INFORMATION SUPPLIED:
○ ○ ○
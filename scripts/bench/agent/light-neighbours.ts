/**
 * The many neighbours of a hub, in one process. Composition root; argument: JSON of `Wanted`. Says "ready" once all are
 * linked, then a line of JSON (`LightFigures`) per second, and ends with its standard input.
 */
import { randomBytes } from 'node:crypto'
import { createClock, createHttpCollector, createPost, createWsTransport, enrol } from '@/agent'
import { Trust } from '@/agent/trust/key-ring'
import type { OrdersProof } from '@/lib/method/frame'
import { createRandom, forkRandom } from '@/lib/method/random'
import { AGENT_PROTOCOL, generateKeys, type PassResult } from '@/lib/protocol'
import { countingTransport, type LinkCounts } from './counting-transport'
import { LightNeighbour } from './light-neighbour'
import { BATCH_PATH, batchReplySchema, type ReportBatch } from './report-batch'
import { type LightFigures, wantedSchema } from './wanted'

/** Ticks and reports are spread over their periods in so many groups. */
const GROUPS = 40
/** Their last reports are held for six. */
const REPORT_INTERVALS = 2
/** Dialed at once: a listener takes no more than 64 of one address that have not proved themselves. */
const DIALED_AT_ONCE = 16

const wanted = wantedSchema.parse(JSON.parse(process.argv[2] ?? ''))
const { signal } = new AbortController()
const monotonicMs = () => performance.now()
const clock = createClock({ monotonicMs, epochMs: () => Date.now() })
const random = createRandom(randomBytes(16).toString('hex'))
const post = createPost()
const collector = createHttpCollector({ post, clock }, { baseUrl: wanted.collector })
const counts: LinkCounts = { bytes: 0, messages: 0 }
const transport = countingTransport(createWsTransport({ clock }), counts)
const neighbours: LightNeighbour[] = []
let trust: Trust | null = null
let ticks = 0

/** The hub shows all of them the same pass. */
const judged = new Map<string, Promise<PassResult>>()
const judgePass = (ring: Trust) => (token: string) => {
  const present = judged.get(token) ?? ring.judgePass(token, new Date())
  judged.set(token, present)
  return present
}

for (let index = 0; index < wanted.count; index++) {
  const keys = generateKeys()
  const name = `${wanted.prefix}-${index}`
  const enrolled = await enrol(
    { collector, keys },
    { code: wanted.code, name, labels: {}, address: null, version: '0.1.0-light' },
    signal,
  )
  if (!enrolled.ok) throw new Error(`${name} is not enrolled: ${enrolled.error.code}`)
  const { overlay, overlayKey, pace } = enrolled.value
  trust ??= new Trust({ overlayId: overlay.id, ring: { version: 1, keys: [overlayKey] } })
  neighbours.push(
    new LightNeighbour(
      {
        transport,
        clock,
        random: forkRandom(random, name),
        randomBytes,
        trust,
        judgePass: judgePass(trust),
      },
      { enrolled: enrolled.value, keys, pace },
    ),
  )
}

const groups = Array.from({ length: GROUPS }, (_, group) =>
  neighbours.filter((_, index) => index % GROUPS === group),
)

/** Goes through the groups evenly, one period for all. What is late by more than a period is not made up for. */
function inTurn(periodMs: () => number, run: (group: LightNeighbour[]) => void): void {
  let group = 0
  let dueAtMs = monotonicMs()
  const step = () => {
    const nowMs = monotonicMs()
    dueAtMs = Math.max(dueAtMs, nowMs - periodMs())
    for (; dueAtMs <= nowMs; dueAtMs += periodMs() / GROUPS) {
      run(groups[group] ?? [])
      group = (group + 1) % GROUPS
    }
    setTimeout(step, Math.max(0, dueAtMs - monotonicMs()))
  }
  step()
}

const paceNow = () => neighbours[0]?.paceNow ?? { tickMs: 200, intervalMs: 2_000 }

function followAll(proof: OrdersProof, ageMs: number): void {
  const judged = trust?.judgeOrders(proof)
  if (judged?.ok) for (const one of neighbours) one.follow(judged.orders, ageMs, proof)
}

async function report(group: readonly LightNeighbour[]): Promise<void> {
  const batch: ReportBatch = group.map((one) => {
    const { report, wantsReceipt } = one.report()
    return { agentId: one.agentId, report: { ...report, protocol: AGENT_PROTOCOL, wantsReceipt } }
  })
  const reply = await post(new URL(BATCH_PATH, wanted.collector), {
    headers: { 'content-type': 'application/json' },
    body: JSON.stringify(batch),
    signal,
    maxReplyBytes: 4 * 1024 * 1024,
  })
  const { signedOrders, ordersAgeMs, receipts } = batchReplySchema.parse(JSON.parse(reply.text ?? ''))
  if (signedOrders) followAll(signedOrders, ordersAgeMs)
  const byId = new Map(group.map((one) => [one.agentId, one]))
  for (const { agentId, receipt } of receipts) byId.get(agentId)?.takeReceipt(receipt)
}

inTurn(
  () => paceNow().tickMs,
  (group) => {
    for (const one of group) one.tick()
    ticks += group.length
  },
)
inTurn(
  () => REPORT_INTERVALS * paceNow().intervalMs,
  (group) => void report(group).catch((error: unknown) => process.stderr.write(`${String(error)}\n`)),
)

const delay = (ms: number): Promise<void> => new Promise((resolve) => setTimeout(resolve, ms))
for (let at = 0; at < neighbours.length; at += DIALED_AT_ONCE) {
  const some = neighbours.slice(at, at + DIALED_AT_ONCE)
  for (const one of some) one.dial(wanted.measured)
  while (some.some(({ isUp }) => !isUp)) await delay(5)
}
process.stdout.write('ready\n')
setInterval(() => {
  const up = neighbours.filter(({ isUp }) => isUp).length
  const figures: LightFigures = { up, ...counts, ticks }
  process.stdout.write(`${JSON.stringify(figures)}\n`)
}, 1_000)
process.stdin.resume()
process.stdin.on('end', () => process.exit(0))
○ ○ ○
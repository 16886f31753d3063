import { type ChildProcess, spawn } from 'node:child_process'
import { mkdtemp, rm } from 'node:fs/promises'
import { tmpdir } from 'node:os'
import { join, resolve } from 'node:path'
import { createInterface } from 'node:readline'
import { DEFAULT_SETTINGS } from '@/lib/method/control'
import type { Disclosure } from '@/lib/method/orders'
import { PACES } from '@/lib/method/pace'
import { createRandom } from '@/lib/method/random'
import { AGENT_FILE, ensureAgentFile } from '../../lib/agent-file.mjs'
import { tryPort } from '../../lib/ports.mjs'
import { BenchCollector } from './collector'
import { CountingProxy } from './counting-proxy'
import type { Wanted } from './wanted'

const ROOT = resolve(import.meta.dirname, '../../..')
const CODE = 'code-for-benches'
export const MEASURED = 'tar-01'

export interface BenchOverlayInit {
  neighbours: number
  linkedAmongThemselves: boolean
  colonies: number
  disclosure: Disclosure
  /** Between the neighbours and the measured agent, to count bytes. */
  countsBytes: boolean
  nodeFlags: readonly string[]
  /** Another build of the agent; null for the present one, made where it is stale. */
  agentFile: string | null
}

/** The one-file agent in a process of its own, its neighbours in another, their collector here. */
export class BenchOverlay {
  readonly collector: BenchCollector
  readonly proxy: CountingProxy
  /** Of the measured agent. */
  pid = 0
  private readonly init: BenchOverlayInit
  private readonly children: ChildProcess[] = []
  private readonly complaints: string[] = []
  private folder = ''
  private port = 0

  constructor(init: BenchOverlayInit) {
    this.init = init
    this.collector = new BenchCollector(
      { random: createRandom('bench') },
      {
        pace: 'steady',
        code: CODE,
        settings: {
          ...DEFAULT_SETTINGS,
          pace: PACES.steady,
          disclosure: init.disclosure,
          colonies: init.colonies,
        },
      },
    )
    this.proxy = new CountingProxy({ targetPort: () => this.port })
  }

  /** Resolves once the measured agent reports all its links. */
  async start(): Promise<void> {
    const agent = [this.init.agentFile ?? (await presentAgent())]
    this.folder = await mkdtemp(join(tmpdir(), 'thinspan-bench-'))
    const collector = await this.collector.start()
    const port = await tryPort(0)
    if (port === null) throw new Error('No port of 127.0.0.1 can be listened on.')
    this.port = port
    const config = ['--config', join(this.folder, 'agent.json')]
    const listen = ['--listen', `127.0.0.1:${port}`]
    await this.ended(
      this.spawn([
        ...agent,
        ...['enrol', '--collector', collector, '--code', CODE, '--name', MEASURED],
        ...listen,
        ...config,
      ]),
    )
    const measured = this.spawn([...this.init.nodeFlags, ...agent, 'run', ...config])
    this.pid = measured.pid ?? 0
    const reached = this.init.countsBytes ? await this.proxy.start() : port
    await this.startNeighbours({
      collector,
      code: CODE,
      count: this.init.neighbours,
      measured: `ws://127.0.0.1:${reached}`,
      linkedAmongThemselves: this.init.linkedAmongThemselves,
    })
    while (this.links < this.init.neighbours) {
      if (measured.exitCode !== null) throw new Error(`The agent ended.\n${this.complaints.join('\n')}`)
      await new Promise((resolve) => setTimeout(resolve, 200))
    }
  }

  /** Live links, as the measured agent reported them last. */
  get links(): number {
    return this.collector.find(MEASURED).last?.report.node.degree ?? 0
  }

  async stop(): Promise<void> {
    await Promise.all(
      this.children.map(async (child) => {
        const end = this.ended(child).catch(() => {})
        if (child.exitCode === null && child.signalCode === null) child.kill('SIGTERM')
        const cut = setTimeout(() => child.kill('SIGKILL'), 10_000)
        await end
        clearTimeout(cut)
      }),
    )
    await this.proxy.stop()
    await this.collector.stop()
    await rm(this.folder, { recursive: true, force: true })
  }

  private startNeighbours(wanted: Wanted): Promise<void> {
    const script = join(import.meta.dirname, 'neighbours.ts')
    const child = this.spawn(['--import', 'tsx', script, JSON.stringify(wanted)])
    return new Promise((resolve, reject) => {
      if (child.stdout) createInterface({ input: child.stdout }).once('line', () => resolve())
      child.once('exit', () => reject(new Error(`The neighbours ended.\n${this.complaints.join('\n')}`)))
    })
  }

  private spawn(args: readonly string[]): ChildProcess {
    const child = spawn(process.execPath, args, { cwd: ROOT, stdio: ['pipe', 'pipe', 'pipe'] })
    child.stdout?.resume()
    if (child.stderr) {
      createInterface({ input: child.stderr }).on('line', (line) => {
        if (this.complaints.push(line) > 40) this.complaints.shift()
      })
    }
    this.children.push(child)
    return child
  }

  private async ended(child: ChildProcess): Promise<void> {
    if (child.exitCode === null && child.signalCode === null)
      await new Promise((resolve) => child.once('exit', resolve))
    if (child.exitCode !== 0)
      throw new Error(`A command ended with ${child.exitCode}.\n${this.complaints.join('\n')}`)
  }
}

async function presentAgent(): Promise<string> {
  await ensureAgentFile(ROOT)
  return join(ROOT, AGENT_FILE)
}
○ ○ ○
All lines above between those holding "enrolled.value, keys, pace" and "const judged = trust?.judgeOrders(proof)", inclusive, must be set down unchanged, and no other line may be included.

      { enrolled: enrolled.value, keys, pace },
    ),
  )
}

const groups = Array.from({ length: GROUPS }, (_, group) =>
  neighbours.filter((_, index) => index % GROUPS === group),
)

/** Goes through the groups evenly, one period for all. What is late by more than a period is not made up for. */
function inTurn(periodMs: () => number, run: (group: LightNeighbour[]) => void): void {
  let group = 0
  let dueAtMs = monotonicMs()
  const step = () => {
    const nowMs = monotonicMs()
    dueAtMs = Math.max(dueAtMs, nowMs - periodMs())
    for (; dueAtMs <= nowMs; dueAtMs += periodMs() / GROUPS) {
      run(groups[group] ?? [])
      group = (group + 1) % GROUPS
    }
    setTimeout(step, Math.max(0, dueAtMs - monotonicMs()))
  }
  step()
}

const paceNow = () => neighbours[0]?.paceNow ?? { tickMs: 200, intervalMs: 2_000 }

function followAll(proof: OrdersProof, ageMs: number): void {
  const judged = trust?.judgeOrders(proof)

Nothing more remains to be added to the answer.